Incidentally, in exploring this issue I've encountered an issue where changing the projection changes the results.

Original query

POST _xpack/sql?format=txt
{
  "query": "select groupName from my_index where user.first = 'Alice' or user.last = '???'"
}

Original result

 groupName   
 ---------------
 fans           

Modified query with additional field of user.first

  POST _xpack/sql?format=txt
  {
    "query": "select groupName, user.first from my_index where user.first = 'Alice' or user.last = '???'"
  }                  

Result of modified query

     groupName   |  user.first   
  ---------------+---------------

This is surely a bug as the same single doc should be returned in these results.

One more wrinkle / bug.

When selecting all fields, a row is output for each nested doc.

POST _xpack/sql?format=txt
{   
  "query": "select groupName, user.first, user.last from my_index"
}   

groupName   |  user.first   |   user.last   
---------------+---------------+---------------
fans           |Alice          |White              
fans           |John           |Smith              

But if we add a where clause that's satisifed by a combination of the nested docs, then only a single row for a single nested doc is returned.

POST _xpack/sql?format=txt
{   
  "query": "select groupName, user.first, user.last from my_index where user.first = 'Alice' and user.last = 'Smith'"
}   


groupName   |  user.first   |   user.last   
---------------+---------------+---------------
fans           |John           |Smith              

This doesn't seem right, particularly as one of the predicates which must have been satisfied referred to 'Alice'.

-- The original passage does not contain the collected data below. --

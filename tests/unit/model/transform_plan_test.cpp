// SPDX-License-Identifier: GPL-2.0-or-later
#include "model/transform_plan.h"

#include <gtest/gtest.h>

#include "support/sky_builder.h"

namespace foreglow {
namespace {

using testing::channel_spec;
using testing::sample;
using testing::study_spec;

std::vector<Channel> three_channels() {
    return make_channels(
        study_spec(8, {channel_spec("a", 30, 0, 10), channel_spec("b", 40, 0, 5), channel_spec("c", 50)}));
}

TEST(ChannelWindow, IsBeamTimesPixelWindow) {
    const auto channels = three_channels();
    HarmonicOptions options;
    options.lmax = 16;
    EXPECT_EQ(channel_window(channels[0], options), *channels[0].beam);
    const BeamWindow none = channel_window(channels[2], options);
    EXPECT_EQ(none.temperature, std::vector<double>(17, 1.0));
    EXPECT_EQ(none.polarization[1], 0.0);
    EXPECT_EQ(none.polarization[2], 1.0);
    options.pixel_window = make_gaussian_beam(Angle::from_degrees(7), 16);
    const BeamWindow both = channel_window(channels[0], options);
    for (std::size_t l = 0; l < 17; ++l) {
        EXPECT_DOUBLE_EQ(both.temperature[l],
                         channels[0].beam->temperature[l] * options.pixel_window->temperature[l]);
        EXPECT_DOUBLE_EQ(both.polarization[l],
                         channels[0].beam->polarization[l] * options.pixel_window->polarization[l]);
    }
}

TEST(CollectWindows, KeepsEachWindowOnceAndTheLargestAtEachL) {
    const std::vector<BeamWindow> beams{make_gaussian_beam(Angle::from_degrees(5), 16),
                                        make_gaussian_beam(Angle::from_degrees(10), 16),
                                        make_gaussian_beam(Angle::from_degrees(5), 16)};
    const auto sets = collect_windows(beams);
    EXPECT_EQ(sets[0].all.size(), 2U);
    EXPECT_EQ(sets[0].widest, beams[0].temperature);
    EXPECT_EQ(sets[1].widest, beams[0].polarization);
    // A tabulated window may change its sign; a channel's place in the list must not matter.
    std::vector<BeamWindow> signs{make_tabulated_beam(std::vector<double>(17, -0.5)),
                                  make_tabulated_beam(std::vector<double>(17, 0.2))};
    EXPECT_EQ(collect_windows(signs)[0].widest, std::vector<double>(17, 0.5));
    std::swap(signs[0], signs[1]);
    EXPECT_EQ(collect_windows(signs)[0].widest, std::vector<double>(17, 0.5));
}

TEST(CollectWindows, ThinsALongListButKeepsItsEnds) {
    std::vector<BeamWindow> beams;
    for (int k = 0; k < 100; ++k)
        beams.push_back(make_gaussian_beam(Angle::from_degrees(1 + 0.1 * k), 16));
    const auto set = collect_windows(beams)[0];
    EXPECT_EQ(set.all.size(), 32U);
    EXPECT_EQ(set.all.back(), beams.front().temperature);
    EXPECT_EQ(set.all.front(), beams.back().temperature);
}

}  // namespace
}  // namespace foreglow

@paulcarey would you mind creating an issue in github for an enhancement regarding nested queries?
This probably won't be on our top priority list, but it gives us an idea for future improvements that might be considered.

Thanks.

Sorry for the delay @paulcarey. I looked at these issues and the first one (with different projection the document disappears from the results) it's indeed a bug. The idea is that both nested queries that get created are for the same path and both use inner_hits. If one of the inner_hits doesn't return anything, the overall result is nothing, because they clash. It's a bit more complicated, but I hope now it's just a bit more clear.

The idea is to name each inner_hits statement so that the result can differentiate between them. And at the moment, ES-SQL doesn't do this.

And in the second scenario you mentioned it's basically the same root cause: clash between the two inner_hits and only one wins. I've created https://github.com/elastic/elasticsearch/issues/33079 and https://github.com/elastic/elasticsearch/issues/33080 to cover these issues.

Thank you for reporting them.

Great, many thanks for digging into these.

Regarding 33079, I was wondering if JsonPath or some variant of it had been considered as a way to define complex queries? For example, the Alice White query I mentioned above could be satisfied with:

$.user[?(@.first == 'Alice' && @.last == 'White')]

This can be tested on jsonpath.herokuapp.com.

This topic was automatically closed 28 days after the last reply. New replies are no longer allowed.